Poor ol' Joe is in a little dilemma here, does he let me into his place to take a new video of the tank and risk me taking more plants, drinking more coffee or is it safer to keep me out   Joe, I promise I won't take more plants than the last time but might 'liberate' some cardinals plus I heard a rumour you might be a proud owner of some Morpho Tetras and some new Apistos. A calculated risk   
http://www.fishfiles.net/up/1010/4o1tc4 ... _Tetra.jpg


----------



## bogman

plenty of cardinals and geos down here at the moment, morpho tetras, checkerboard cichlids, biotodoma wavrini, cories, brochis multiradiatus ,oto cocama wild discus and apisto inca sp1, barlowi and trifaciata 'Blue Flash' for your choosing at the end of the month onwards


----------



## mrjackdempsey

Well done Joe, you know how to keep your light handed friends happy just don't hide the fish nets


----------



## bogman

here are two updated pics of the tank taken yesterday, excuse my poor quality photo skills!, just not a clue how to work a digital camera correctly  
i have taken one of each side of the tank, most of the other pics are too poor to post!
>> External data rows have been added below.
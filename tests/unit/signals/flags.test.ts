import { describe, expect, it } from 'vitest';
import { DEFAULT_FLAG_THRESHOLDS, FLAG_NAMES } from '../../../shared/flag-thresholds';
import { flagNumber } from '../../../shared/review/flag-words';
import {
  clipFlags,
  type ClipFlagInput,
  type FlagFieldMotion,
  type FlagFrameSignals,
} from '../../../worker/signals/flags';
import { frameSignals } from '../../../worker/signals/frame-signals';
import { boxBlur, texturedGrey } from './synthetic-frames';

const WIDTH = 160;
const HEIGHT = 120;
const FPS = 5;

// Signal sets are made to sit well inside or outside each documented default (flag-thresholds.ts): each test
// names the default it crosses. The defaults themselves are Kinefold choices except blurry (Laplacian variance
// 100, CHECK-VALUES §9 [V2]) and the duplicate hash distance (common practice [M]).
function normalFrame(): FlagFrameSignals {
  return { meanLuma: 120, sharpness: 800, clippedHighShare: 0.01, cutBefore: false };
}

function normalMotion(t: number): FlagFieldMotion {
  // A steady pan: the global motion drifts by 0.1 px a step, far from shaky; everything moves, far from static.
  return { meanMagnitude: 3, medianU: 2 + 0.1 * t, medianV: 0.5 };
}

function normalClip(frameCount = 100): ClipFlagInput {
  return {
    durationS: frameCount / FPS,
    frames: Array.from({ length: frameCount }, normalFrame),
    motion: Array.from({ length: frameCount }, (_, t) => (t < frameCount - 1 ? normalMotion(t) : null)),
    duplicateShare: 0.05,
  };
}

function raisedNames(input: ClipFlagInput): string[] {
  return clipFlags(input).map((f) => f.flag);
}

function framesFrom(images: Float32Array[]): FlagFrameSignals[] {
  return images.map((grey) => ({ ...frameSignals(grey, WIDTH, HEIGHT), cutBefore: false }));
}

function clipOfImages(image: (i: number) => Float32Array): ClipFlagInput {
  const frames = framesFrom(Array.from({ length: 12 }, (_, i) => image(i)));
  return { ...normalClip(12), frames, motion: null, duplicateShare: null };
}

describe('clip flags', () => {
  it('raises nothing on a normal clip', () => {
    expect(clipFlags(normalClip())).toEqual([]);
  });

  it('raises nothing on normal generated footage', () => {
    const input = clipOfImages((i) => texturedGrey(WIDTH, HEIGHT, i + 1, { mean: 120, amplitude: 70 }));
    expect(raisedNames(input)).toEqual([]);
  });

  it('raises dark on generated dark footage (median mean luma below 40)', () => {
    const input = clipOfImages((i) => texturedGrey(WIDTH, HEIGHT, i + 1, { mean: 20, amplitude: 15 }));
    const [flag] = clipFlags(input);
    expect(flag.flag).toBe('dark');
    expect(flag.threshold).toBe(DEFAULT_FLAG_THRESHOLDS.darkMeanLuma);
    expect(flag.value).toBeLessThan(25);
    expect(flag.message).toMatch(/is \d+(\.\d+)?, under the limit of 40\.$/);
  });

  it('raises overexposed on generated blown-out footage (highlight share above 0.10)', () => {
    const input = clipOfImages((i) => texturedGrey(WIDTH, HEIGHT, i + 1, { mean: 240, amplitude: 60 }));
    const flag = clipFlags(input).find((f) => f.flag === 'overexposed');
    expect(flag?.measure).toBe('median share of blown highlights');
    expect(flag?.value).toBeGreaterThan(DEFAULT_FLAG_THRESHOLDS.overexposedClippedShare);
  });

  it('raises overexposed on bright footage without clipping (median mean luma above 215)', () => {
    const input = normalClip();
    input.frames = input.frames.map((f) => ({ ...f, meanLuma: 230, clippedHighShare: 0 }));
    expect(clipFlags(input).map((f) => [f.flag, f.measure])).toEqual([['overexposed', 'median mean luma (0–255)']]);
  });

  it('raises blurry on generated blurred footage (Laplacian variance below 100) and not on the sharp original', () => {
    const sharp = (i: number) => texturedGrey(WIDTH, HEIGHT, i + 1, { mean: 120, amplitude: 70 });
    expect(raisedNames(clipOfImages((i) => boxBlur(sharp(i), WIDTH, HEIGHT, 2, 3)))).toEqual(['blurry']);
    expect(raisedNames(clipOfImages(sharp))).not.toContain('blurry');
  });

  it('raises short on a clip under 2 s, and on one with fewer than 10 frames', () => {
    const brief = normalClip(8);
    expect(clipFlags(brief).map((f) => [f.flag, f.measure, f.value])).toEqual([['short', 'duration (s)', 1.6]]);
    const sparse = { ...normalClip(6), durationS: 30 };
    expect(clipFlags(sparse).map((f) => [f.flag, f.measure, f.value])).toEqual([['short', 'sampled frames', 6]]);
  });

  it('raises cut-heavy above 6 cuts a minute', () => {
    const input = normalClip(); // 20 s: cuts before frames 15, 45, 75 are 9 a minute [C]; 1 cut is 3
    input.frames = input.frames.map((f, i) => ({ ...f, cutBefore: i % 30 === 15 }));
    expect(clipFlags(input).map((f) => [f.flag, f.value])).toEqual([['cut-heavy', 9]]);
    input.frames = input.frames.map((f, i) => ({ ...f, cutBefore: i === 50 }));
    expect(clipFlags(input)).toEqual([]);
  });

  it('counts a fade or dissolve (cuts before several frames in a row) as one cut', () => {
    const input = normalClip(); // 20 s: three fades of 5 frames each are 9 transitions a minute [C], not 45
    input.frames = input.frames.map((f, i) => ({ ...f, cutBefore: i % 30 >= 15 && i % 30 < 20 }));
    expect(clipFlags(input).map((f) => [f.flag, f.value])).toEqual([['cut-heavy', 9]]);
  });

  it('raises duplicate above a 0.5 near-duplicate share, and never without another clip', () => {
    expect(raisedNames({ ...normalClip(), duplicateShare: 0.9 })).toEqual(['duplicate']);
    expect(raisedNames({ ...normalClip(), duplicateShare: null })).toEqual([]);
  });

  it('raises static below 0.2 px a step of median motion', () => {
    const input = normalClip();
    input.motion = input.motion!.map((m) => m && { ...m, meanMagnitude: 0.05, medianU: 0, medianV: 0 });
    expect(raisedNames(input)).toEqual(['static']);
  });

  it('raises shaky when the global motion jumps between steps (median jitter above 2 px), not on a pan', () => {
    const input = normalClip();
    // Hand-held shake: the median vector flips between (+3, −2) and (−3, +2), a jitter of √52 ≈ 7.2 px a step.
    input.motion = input.motion!.map((m, t) => m && { ...m, medianU: t % 2 ? 3 : -3, medianV: t % 2 ? -2 : 2 });
    const flags = clipFlags(input);
    expect(flags.map((f) => f.flag)).toEqual(['shaky']);
    expect(flags[0].value).toBeCloseTo(Math.sqrt(52), 12);
    // A fast but steady pan (12 px a step, no change) is not shaky.
    input.motion = input.motion!.map((m) => m && { ...m, meanMagnitude: 12, medianU: 12, medianV: 0 });
    expect(raisedNames(input)).toEqual([]);
  });

  it('skips static and shaky when no motion stage ran, and does not count across missing fields', () => {
    const still = normalClip();
    still.motion = null;
    expect(clipFlags(still)).toEqual([]);
    const cut = normalClip(4);
    cut.durationS = 60;
    cut.frames = [...cut.frames, ...Array.from({ length: 10 }, normalFrame)];
    // Fields on both sides of a missing one (a cut) are never compared: only the pairs 0–1 and 3–4 count.
    cut.motion = [normalMotion(0), normalMotion(1), null, { ...normalMotion(3), medianU: 50 }, normalMotion(4)];
    expect(raisedNames(cut)).toEqual(['shaky']);
  });

  it('returns value and threshold beside a readable message for every flag name in order', () => {
    const all: ClipFlagInput = {
      durationS: 1,
      frames: Array.from({ length: 5 }, (_, i) => ({
        meanLuma: 10,
        sharpness: 5,
        clippedHighShare: 0.5,
        cutBefore: i > 0,
      })),
      motion: [0, 1, 2, 3].map((t) => ({ meanMagnitude: 0.1, medianU: t % 2 ? 4 : -4, medianV: 0 })),
      duplicateShare: 1,
    };
    const flags = clipFlags(all);
    expect(flags.map((f) => f.flag)).toEqual([...FLAG_NAMES]);
    for (const f of flags) {
      // The value and the limit each appear once, in the units the curator reads (shares in per cent).
      const limit = flagNumber(f.measure, f.threshold);
      expect(f.message.split(`limit of ${limit}`)).toHaveLength(2);
      expect(f.message.split(` is ${flagNumber(f.measure, f.value)},`)).toHaveLength(2);
      expect(f.message).not.toContain('threshold');
      expect(Number.isFinite(f.value)).toBe(true);
    }
  });
});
one of the most enjoyable things i have found with  the tank water level so low is not just the view above the water, but that third dimention of looking at an angle down into the water, thats what i was trying to show  here.


----------



## mrjackdempsey

Hi Joe, great to see you're finally pulling yourself out of the dark ages and using a camera, you might next be tempted to use a extra watt or two of light   Still your tank is looking great and contains some great and interesting fish so try your hand and show the good folks here some of the beauties that are lurking beneath the water in your tanks though I would love to see you capture a Morpho tetra in your lens   .Also a little birdie has told me that your checkerboard cichlids have done the deed and laid some eggs, again if you could catch that for all to see


----------



## Matt Warner

I love the tank its just like looking into a flooded Amazon Rainforest. I was thinking of trying this myself by only filling the tank two thirds full, then I was either going to have a spraybar with rain, or construct some kind of small waterfall and have plants growing around it!


----------



## bogman

yes Dave, i could bore the readers to death if i got into taking and uploading pics 
when i meet up with you next i will bring the camera along and you might fill me in on what all the different settings do.
i have taken a few of the fish, not as easy as a non moving tank though!


----------



## mrjackdempsey

bogman said:
			
		

> yes Dave, i could bore the readers to death if i got into taking and uploading pics
> when i meet up with you next i will bring the camera along and you might fill me in on what all the different settings do.
> i have taken a few of the fish, not as easy as a non moving tank though!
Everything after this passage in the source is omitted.